Question

The sum of angles of quadrilateral is
A.${{180}^{\circ }}$
B. ${{360}^{\circ }}$
C. ${{270}^{\circ }}$
D. none of these

Answer 1

Hint: We recall the shape of a quadrilateral, the definition of internal angles, and the interior angle sum theorem which states that the sum of the internal angles of a polygon with $n$ sides is given by $\left( n-2 \right){{180}^{\circ }}$. We use this formula to find the sum of angles of a quadrilateral which has 4 sides.

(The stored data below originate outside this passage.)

/**
 * The habits of tables as published, read the same way by the cube (src/data/cube.ts), the quick scan behind `check`
 * and `init` (src/claims/scan.ts) and the starter file:
 *
 * - Suppressed cells: a count withheld from publication is replaced by a marker. The common markers below are read
 *   as "suppressed" (never as a number, never guessed); a source can add its own with `suppressed:`.
 * - Footnote markers on numbers ("120*", "72%†", "1,204[a]"): the number is read and the marker reported once.
 * - Notes under the table: the table ends at the first completely blank row when no row after it looks like data
 *   (a row with a number or a marker in a column of numbers); the rows after it are notes. A source can set the last
 *   row of the table with `last_row:`.
 * - Two header rows: a row of codes above a row of wording (Q01 over "The teaching is good"), or group headings above
 *   column names (merged across columns in a workbook, so read as one cell and empty cells). A source can say
 *   `header_rows: 2`, or it is detected (see secondHeaderRow).
 *
 * All of this is common practice in published survey releases; none of it is a standard.
 */

/**
 * Markers that mean a cell was withheld or is not available, compared after trimming and ignoring case: asterisks,
 * bracketed codes ([c] confidential, [x] not available, [z] not applicable, [u] low reliability, [low]), dots, dashes,
 * DP (data protection), n/a, low, supp, and "<5"-style small counts.
 */
export const COMMON_MARKERS: readonly string[] = ['*', '**', '***', '[c]', '[x]', '[z]', '[u]', '[low]', '..', '...', '.', '-', '–', '—', ':', 'x', 'c', 'z', 'dp', 'n/a', 'na', 'n.a.', 'low', 'supp', 'suppressed', 'withheld', 'n<10', 'n<5'];

const SMALL_COUNT = /^[<≤]\s?\d{1,3}$/;

/** A set of markers for one source: the common ones and the source's own (case ignored, trimmed). */
export function markerSet(own: readonly string[] | undefined): ReadonlySet<string> {
  const set = new Set(COMMON_MARKERS);
  for (const m of own ?? []) set.add(m.trim().toLowerCase());
  return set;
}

/** True when the (trimmed) text is a suppression marker. */
export function isSuppressedMarker(text: string, markers: ReadonlySet<string>): boolean {
  if (text === '' || text.length > 12) return false;
  // Fast refusal for the common case, a number: no marker starts with a digit.
  const c0 = text.charCodeAt(0);
  if (c0 >= 48 && c0 <= 57) return false;
  const t = text.toLowerCase();
  return markers.has(t) || SMALL_COUNT.test(t);
}

/**
 * A number followed by a footnote marker ("120*", "72%†", "1,204 [a]", "64¹"): the number's text and the marker;
 * undefined when the text is not of that form. The number part is checked by the caller.
 */
const FOOTNOTED = /^([+-]?[\d.,]*\d%?)\s?(\*{1,3}|[†‡§¶#]{1,2}|\[[a-z0-9]{1,3}\]|\([a-z]\)|[¹²³⁴⁵⁶⁷⁸⁹⁰]{1,2})$/i;

export function splitFootnote(text: string): { number: string; marker: string } | undefined {
  if (text.length === 0) return undefined;
  const last = text.charCodeAt(text.length - 1);
  // Fast refusal: a number with no marker ends in a digit or '%'.
  if ((last >= 48 && last <= 57) || last === 37) return undefined;
  const m = FOOTNOTED.exec(text);
  return m === null ? undefined : { number: m[1]!, marker: m[2]! };
}

/** Plain decimal text, a percent, or a number with thousands separators: what a cell of numbers holds. */
const NUMBERISH = /^[+-]?(\d{1,3}(,\d{3})+|\d+)?([.,]\d+)?%?$/;

/** True when the (trimmed) cell reads as a number, a footnoted number or a suppression marker. */
export function isNumberLike(text: string, markers: ReadonlySet<string>): boolean {
  if (text === '') return false;
  if (NUMBERISH.test(text) && /\d/.test(text)) return true;
  const f = splitFootnote(text);
  if (f !== undefined) return true;
  return isSuppressedMarker(text, markers);
}

/** A question code as used in column headers: Q01, Q7a, B12, KPI_3 (letters, an optional separator, digits). */
const CODE = /^[A-Za-z]{1,4}[ _.-]?\d{1,3}[a-z]?$/;

export function looksLikeCode(text: string): boolean {
  return CODE.test(text);
}

/** The column names made from a header of one or two rows, and what else each column may be called. */
export interface Header {
  /** One name per column ('' for an unnamed column). */
  names: string[];
  /** Other names a column answers to (the other header row's text), when no column has that name already. */
  aliases: Map<string, number>;
  /** Wording for a column from the second header row, by column name (codes above wording only). */
  labels: Record<string, string>;
  /** Rows the header spans (1 or 2). */
  rows: 1 | 2;
}

/** A one-row header. */
export function oneRowHeader(values: readonly string[]): Header {
  return { names: values.map((v) => v.trim()), aliases: new Map(), labels: {}, rows: 1 };
}

/**
 * Names from two header rows: where one row is empty the other names the column; where the top row holds a code
 * (Q01) the code names the column and the wording below it is its label; otherwise the top row holds a group heading
 * (often merged across several columns, so read only in the first) and the row below names the column. The other
 * row's text is kept as a second name for the column when it is not ambiguous.
 */
export function twoRowHeader(topValues: readonly string[], bottomValues: readonly string[]): Header {
  const width = Math.max(topValues.length, bottomValues.length);
  const names: string[] = [];
  const other: string[] = [];
  const labels: Record<string, string> = {};
  for (let i = 0; i < width; i++) {
    const t = (topValues[i] ?? '').trim();
    const b = (bottomValues[i] ?? '').trim();
    if (t === '' || b === '' || t === b) {
      names.push(b !== '' ? b : t);
      other.push('');
    } else if (looksLikeCode(t)) {
      names.push(t);
      other.push(b);
      labels[t] = b;
    } else {
      names.push(b);
      other.push(t);
    }
  }
  const taken = new Set(names.filter((n) => n !== ''));
  const counts = new Map<string, number>();
  for (const o of other) if (o !== '') counts.set(o, (counts.get(o) ?? 0) + 1);
  const aliases = new Map<string, number>();
  other.forEach((o, i) => {
    if (o !== '' && !taken.has(o) && counts.get(o) === 1) aliases.set(o, i);
  });
  return { names, aliases, labels, rows: 2 };
}

/**
 * True when the row after the first header row is a second header row: it is the very next row, holds text in at
 * least half of the named columns and no number or marker at all (a data row of a table always has counts or answer
 * codes), and either it names columns the top row leaves empty (merged group headings), or at least two columns have
 * a code on top and different text below (codes above wording). Common practice; `header_rows:` overrides it.
 */
export function secondHeaderRow(top: readonly string[], next: readonly string[], markers: ReadonlySet<string>): boolean {
  const t = top.map((v) => v.trim());
  const b = next.map((v) => v.trim());
  const named = Math.max(t.filter((v) => v !== '').length, 1);
  const filled = b.filter((v) => v !== '');
  if (filled.length < Math.ceil(named / 2)) return false;
  if (filled.some((v) => isNumberLike(v, markers))) return false;
  let underEmpty = 0;
  let codes = 0;
  for (let i = 0; i < Math.max(t.length, b.length); i++) {
    const top1 = t[i] ?? '';
    const below = b[i] ?? '';
    if (below === '') continue;
    if (top1 === '') underEmpty += 1;
    else if (looksLikeCode(top1) && !looksLikeCode(below) && below !== top1) codes += 1;
  }
  return underEmpty > 0 || codes >= 2;
}

/**
 * True when a row under a blank row looks like a row of the table rather than a note: a number or a marker in one of
 * the columns of numbers (`numberColumns`), in a row with at least two non-blank cells.
 */
export function looksLikeDataRow(values: readonly string[], numberColumns: readonly number[], markers: ReadonlySet<string>): boolean {
  let filled = 0;
  for (const v of values) if (v.trim() !== '') filled += 1;
  if (filled < 2) return false;
  return numberColumns.some((i) => isNumberLike((values[i] ?? '').trim(), markers));
}

/** True for a title line above a table: exactly one non-blank cell (a header names at least two columns). */
export function isTitleRow(values: readonly string[]): boolean {
  let filled = 0;
  for (const v of values) if (v.trim() !== '' && ++filled > 1) return false;
  return filled === 1;
}

/** Rows held after a blank row while deciding whether they are notes; past this they are read as table rows. */
export const MAX_NOTE_ROWS = 200;

/** A short quote of a note row, for messages: its non-blank cells joined, cut at 60 characters. */
export function quoteRow(values: readonly string[]): string {
  const text = values.map((v) => v.trim()).filter((v) => v !== '').join(' ');
  return text.length > 60 ? `${text.slice(0, 57)}...` : text;
}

Complete step by step answer:
We know that a polygon is a simple closed curve made up of line segments. The line segments are called sides of the polygon and the points of joints of sides are called vertices. The angle subtended by two sides at the shared vertex in the interior of the polygon is called the internal angle or the interior angle of the polygon. If there are $n$ sides of the polygon, there are $n$ internal angles. The sum of measures of all the angles of a polygon is given by $\left( n-2 \right){{180}^{\circ }}$.
We know that quadrilateral is a polygon with 4 sides and 4 vertices. We name quadrilateral with four vertices, for example, ABCD.

So the four internal angles of the quadrilateral are $\angle ABC,\angle BCD,\angle CDA,\angle DAB$. So the sum of measures of internal angles by the formula for sum of the angles is
\[\left( n-2 \right){{180}^{\circ }}=\left( 4-2 \right){{180}^{\circ }}=2\times {{180}^{\circ }}={{360}^{\circ }}\]
So we have;
\[\angle ABC+\angle BCD+\angle CDA+\angle DAB={{360}^{\circ }}\]
Hence the correct option is C.
Note:
We note that the sum of the angles without mentioned is the sum of internal angles. The external angles are angles subtended at the vertex by a side and an extended adjacent side. The sum of external angles is ${{360}^{\circ }}$ irrespective of the number of sides. We have drawn the figure of a convex quadrilateral. We note that the sum of the angles does not change for the concave quadrilateral.